身の回りの出来事系エッセイ-2 ハンバーガー10個

1997年9月23日執筆


 高校生の時、ハンバーガーを10個食おうとしたことがある。はっきり言って、この思考に意味はない。もともと何かを一度にたくさん食べたり飲んだりするのが好きで、小学生の時にはみかんを25個食べて全部戻した。
 ハンバーガー10個を完食しようと思い立った週の休みの日、自転車で『バーガーワールド』という店にハンバーガーを買いにいった。なぜこの店なのかと言えば、ハンバーガーを100円という超格安値段で販売していたからである。当時、マックのハンバーガーは200円ぐらいして、10個買うのはちょっときつかった。1000円だったらなんとかなる。
 大きさの方はマックのハンバーガーとほぼ同じなのだが、味はかなり落ちた。パンがパサパサしていて固いのだ。2日間ぐらい袋から外に出しておいた食パンに近かったと思う。しかし、味はどうでもいい。ハンバーガーでありさえすればそれでよかった。
 薬局やスーパーなどが並ぶ商店街の、狭い歩道にママチャリを止め、バーガーワールドの小さなカウンター越しに私は言った。
「すいませーん、ハンバーガー10個くださーい」
「え、10個?」
「はい」
 店員の大学生っぽい女性はちょっと驚いた顔をしたが、まさか目の前にいる男が一人で食おうとしているとは夢にも思っていないことだろう。
 20分ほど待つと、「ハンバーガー10個、お待ちのお客様」と呼ばれた。
「はいはい」
「えー、ちょうど1000円になりまーす」
 そう言われて1000円を払い、私は帰路に着いた。途中、コーラの1.5リットルボトルを買い、苦しくなったらこれで流すことにした。
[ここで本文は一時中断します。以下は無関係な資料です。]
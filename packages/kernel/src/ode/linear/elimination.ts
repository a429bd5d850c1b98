import type { Routine } from '../../program/index.ts';
import type { SparsePattern } from '../problem.ts';
import { pivotingSolver } from './pivoting.ts';
import { factorizeSymbolically, type SymbolicFactorization } from './symbolic.ts';
import { tableSolver } from './table.ts';
import { factorLength, unrolledFactor, unrolledSolve } from './unrolled.ts';

/** Factorisations of more multiply-subtract operations, or of larger systems, are driven by tables. */
const unrolledWork = 4000;
const unrolledSize = 1000;

/** How shift · I − J is factorised: written out where that is short, else by tables that are made when first needed. */
export interface Elimination {
  readonly pattern: SparsePattern;
  readonly unrolled: boolean;
  /** Numbers that the unrolled routines keep. */
  readonly factorLength: number;
  readonly symbolic: () => SymbolicFactorization;
}

/** `checkpoint` may throw to end the search for an order, now or when it is first needed. */
export function planElimination(pattern: SparsePattern, checkpoint?: () => void): Elimination {
  let known: SymbolicFactorization | null = null;
  const symbolic = (): SymbolicFactorization => (known ??= factorizeSymbolically(pattern, checkpoint));
  const unrolled = pattern.size <= unrolledSize && symbolic().work <= unrolledWork;
  return { pattern, unrolled, factorLength: unrolled ? factorLength(symbolic()) : 0, symbolic };
}

/** Slots and regions (by first slot) that the routines use. */
export interface EliminationPlaces {
  readonly shift: number;
  /** Gets the largest multiplier, NaN where the matrix is singular or not finite. */
  readonly growth: number;
  readonly factors: number;
  /** Added to the right-hand side of every solve. */
  readonly addend: number;
}

/**
 * Factor routines read the entries of J at their first base; solve routines solve for the vector at their first base
 * plus the addend and write at their second. "Pivoting" ones choose pivots by size, the others keep a fixed order.
 */
export interface EliminationRoutines {
  readonly factor: Routine;
  readonly solve: Routine;
  readonly factorPivoting: Routine;
  readonly solvePivoting: Routine;
}

export function eliminationRoutines(
  plan: Elimination,
  places: EliminationPlaces,
  memory: Float64Array,
): EliminationRoutines {
  return { ...fixedRoutines(plan, places, memory), ...pivotingRoutines(plan, places, memory) };
}

function fixedRoutines(
  { pattern, unrolled, symbolic }: Elimination,
  places: EliminationPlaces,
  memory: Float64Array,
): Pick<EliminationRoutines, 'factor' | 'solve'> {
  if (unrolled) {
    const factor = unrolledFactor(pattern, symbolic(), places.shift, places.growth);
    const solve = unrolledSolve(symbolic(), places.factors, places.addend);
    return { factor: { kind: 'straight', tapes: [factor] }, solve: { kind: 'straight', tapes: [solve] } };
  }
  const views = new Views(pattern, places.addend, memory);
  const table = lazy(() => tableSolver(pattern, symbolic()));
  return {
    factor: {
      kind: 'host',
      run: (entries = 0) => {
        memory[places.growth] = table().factor(views.entries(entries), memory[places.shift]!);
      },
    },
    solve: { kind: 'host', run: (b = 0, x = 0) => table().solve(views.withAddend(b), views.vector(x)) },
  };
}

function pivotingRoutines(
  { pattern, symbolic }: Elimination,
  places: EliminationPlaces,
  memory: Float64Array,
): Pick<EliminationRoutines, 'factorPivoting' | 'solvePivoting'> {
  const views = new Views(pattern, places.addend, memory);
  const solver = lazy(() => pivotingSolver(pattern, symbolic().order));
  let regular = false;
  return {
    factorPivoting: {
      kind: 'host',
      run: (entries = 0) => {
        regular = solver().factor(views.entries(entries), memory[places.shift]!);
        memory[places.growth] = regular ? 0 : NaN;
      },
    },
    solvePivoting: {
      kind: 'host',
      run: (b = 0, x = 0) => {
        const sum = views.withAddend(b);
        if (regular) solver().solve(sum);
        else sum.fill(NaN);
        views.vector(x).set(sum);
      },
    },
  };
}

/** Vectors of a program's memory by their first slot. */
class Views {
  private readonly pattern: SparsePattern;
  private readonly addend: number;
  private readonly memory: Float64Array;
  private readonly sum: Float64Array;

  constructor(pattern: SparsePattern, addend: number, memory: Float64Array) {
    this.pattern = pattern;
    this.addend = addend;
    this.memory = memory;
    this.sum = new Float64Array(pattern.size);
  }

  entries(slot: number): Float64Array {
    return this.memory.subarray(slot, slot + this.pattern.columns.length);
  }

  vector(slot: number): Float64Array {
    return this.memory.subarray(slot, slot + this.pattern.size);
  }

  /** The vector at a slot plus the addend; reused by the next call. */
  withAddend(slot: number): Float64Array {
    const { sum, memory, addend } = this;
    for (let i = 0; i < sum.length; i++) sum[i] = memory[slot + i]! + memory[addend + i]!;
    return sum;
  }
}

function lazy<T>(make: () => T): () => T {
  let made: { value: T } | null = null;
  return () => (made ??= { value: make() }).value;
}
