import type { Rational } from '../../exact/index.ts';
import { add, multiply, sign, toDouble, ZERO } from '../../exact/index.ts';
import type { Amounts } from './plain-network.ts';
import { arrowRates, changeOf, paired } from './plain-network.ts';
import { massAction, namesPower } from './rate-rules.ts';
import { speciesVector } from './reading.ts';
import type { Evidence } from './evidence.ts';

/** Mass action (weights aside) with whole numbers of molecules. */
export function countRates(evidence: Evidence): string | null {
  const whole = evidence.plain.complexes.every((complex) =>
    [...complex.values()].every(({ denominator }) => denominator === 1n),
  );
  if (whole) return namesPower(evidence) ? null : massAction(evidence);
  return evidence.holds ? 'a coefficient is not a whole number.' : null;
}

function sizeOf(complex: Amounts): number {
  return [...complex.values()].reduce((sum, amount) => sum + toDouble(amount), 0);
}

/** All complexes have at most one molecule, or the one named has more. */
export function noLargeComplex({ plain, holds, witness }: Evidence): string | null {
  if (holds)
    return plain.complexes.every((complex) => sizeOf(complex) <= 1) ? null : 'some complex is larger.';
  const named =
    witness?.kind === 'set' && 'complexes' in witness ? plain.complexes[witness.complexes[0]!] : undefined;
  return named !== undefined && sizeOf(named) > 1 ? null : 'the complex named is not larger.';
}

/** Reactions between multiples of single species of equal size; or the reaction named is none. */
export function sitesOnly({ network, plain, holds, witness }: Evidence): string | null {
  const moves = plain.reactions.map(({ from, to }) => {
    const source = plain.complexes[from]!;
    const target = plain.complexes[to]!;
    return (
      source.size === 1 &&
      target.size === 1 &&
      sizeOf(source) === sizeOf(target) &&
      Number.isInteger(sizeOf(source))
    );
  });
  const untouched = network.events.length === 0 && network.rateRules.size === 0;
  if (!untouched) return holds ? 'something else changes a species.' : null;
  if (holds) return moves.every(Boolean) ? null : 'some reaction does something else.';
  return witness?.kind === 'arrow' && moves[witness.reaction] === false
    ? null
    : 'the reaction named moves mass.';
}

/** No reactant complex of two or more molecules raises the weighted sum (arrow by arrow, or on average). */
export function linearGrowth(evidence: Evidence): string | null {
  return evidence.holds ? driftComplaint(evidence, 2) : 'it is never said to fail.';
}

/** No reactant complex raises it, and for each species the complexes made of it alone lower it. */
export function inwardDrift(evidence: Evidence): string | null {
  if (!evidence.holds) return 'it is never said to fail.';
  const complaint = driftComplaint(evidence, 1);
  if (complaint !== null) return complaint;
  const { plain } = evidence;
  const weights = speciesVector(evidence.witness, plain);
  const alone = plain.species.every((name) =>
    [...drifts(evidence, weights)].some(([complex, values]) => {
      const { size } = plain.complexes[complex]!;
      return size === 1 && plain.complexes[complex]!.has(name) && values.some((value) => sign(value) < 0);
    }),
  );
  return alone ? null : 'some species is not drawn in.';
}

function driftComplaint(evidence: Evidence, smallest: number): string | null {
  const { plain, witness } = evidence;
  const weights = speciesVector(witness, plain);
  if (plain.species.some((name) => sign(weights.get(name) ?? ZERO) <= 0)) return 'a weight is not positive.';
  for (const [complex, values] of drifts(evidence, weights)) {
    if (sizeOf(plain.complexes[complex]!) >= smallest && values.some((value) => sign(value) > 0)) {
      return 'a reactant complex raises the weighted sum.';
    }
  }
  return null;
}

/** By reactant complex: w·ν of each arrow, or their mean for the constants of the text. */
function drifts({ plain, verdict }: Evidence, weights: Amounts): Map<number, Rational[]> {
  const rates = verdict.scope === 'these constants' ? arrowRates(plain) : null;
  const seen = new Set<string>();
  const byComplex = new Map<number, Rational[]>();
  for (const reaction of plain.reactions) {
    const key = `${reaction.from} ${reaction.to}`;
    if (seen.has(key)) continue;
    seen.add(key);
    const drift = paired(weights, changeOf(plain, reaction));
    const known = byComplex.get(reaction.from) ?? [];
    if (rates === null) byComplex.set(reaction.from, [...known, drift]);
    else byComplex.set(reaction.from, [add(known[0] ?? ZERO, multiply(rates.get(key)!, drift))]);
  }
  return byComplex;
}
 ハンバーガー10個完食への挑戦は、夕方4時頃から始まった。別に朝も昼も抜いたということはなかったが、最初の3個ほどは自分でも驚くほど楽に入った。
(なんだよ、10個なんてちょろいじゃん)
 私はそう思いながら、コーラをぐびぐひと飲み、ハンバーガーを食べていった。
 教育テレビなどでやりそうな、『若年層の糖尿病』などという特集にモザイク付きで紹介されてもおかしくはない。
「お兄ちゃん、なにやってんの?」
 当時中学生だった妹が、私の部屋に入ってきて言った。
「ハンバーガー10個食ってんだよ」
「……」
 妹はしばらく私の答えに無言だったが、やがて呆れた顔をして言った。
頭おかしいんじゃないの?
 妹の言葉は、あまりにもっともだった。しかし、私の挑戦はもう誰にも止められない。

「ふぅ……」
 5個を食べ終わって、結構苦しくなってきた。飲んでいる飲み物が炭酸飲料というのもきつい。腹が張ってきて、胸がむかむかしてきた。
「かなりきつくなってきた……」
「もう、やめなよ」
 顔を歪めながら、いかにも苦しそうな私を見て、妹が言う。
「いや、10個食べるんだ、俺は……」
 変な挑戦意識が芽生えていて、『根性』とか『ガッツ』などの言葉が、頭の中をぐるぐると回っていた。
「……」
 7個目を食べ終わった時、私は立ち上がった。ベルトはもうとっくの昔に外し、ジーンズのボタンをも外してファスナーを全開にした。しかし、それでもジーンズが膨らんだお腹を圧迫し、苦しいのである。
「もう駄目だ……」
 日比谷の野音で買ってきた浅香唯のポスターが貼ってある壁に手をつきながら、私は言った。きつい。幸いにして気持ち悪くはないが、体全体が水風船爆弾になったような感じでたぷたぷしている。
「だからやめなって」

 ――ドンドンドン

「あ、誰か来た」
 妹が玄関に行く。
「お兄ちゃん、伊集院君だよー」
 チョコとカステラでお馴染み、伊集院君がふらっとやってきた。
「おー、工藤なにやってんの?」
「……ハ、ハンバーガー10個食ってる」
 壁に両手をつき、下を向いて荒い息づかいをしている私。
「おまえらしいよ」
 伊集院君はそう言った後、少し間を開けてこう続けた。
「そういう無意味な行動」

 結局、私はハンバーガーを8個食って力尽き、残りの2個は伊集院君と妹にあげた。
 しかしである。
 1時間後、母親の「ご飯だよー」の声に、私はふらふらと茶の間に向かった。
 夕飯はカレーだった。カレーマニアの私が、カレーを外すことは出来ない。そして、「ハンバーガー8個とコーラ1.5リットル飲んだから、カレー食えないや」などと言ったら、ぶっ飛ばされそうで怖い。
 結局、私はカレーを2杯食べた。すぐさまトイレに駆け込んだのは言うまでもない。
 ハンバーガー8個にコーラ1.5リットル、そしてカレー大皿2杯。これが私の限界である。
 改めて書いてみて、こう思った。

 だからなんなんだ

 と。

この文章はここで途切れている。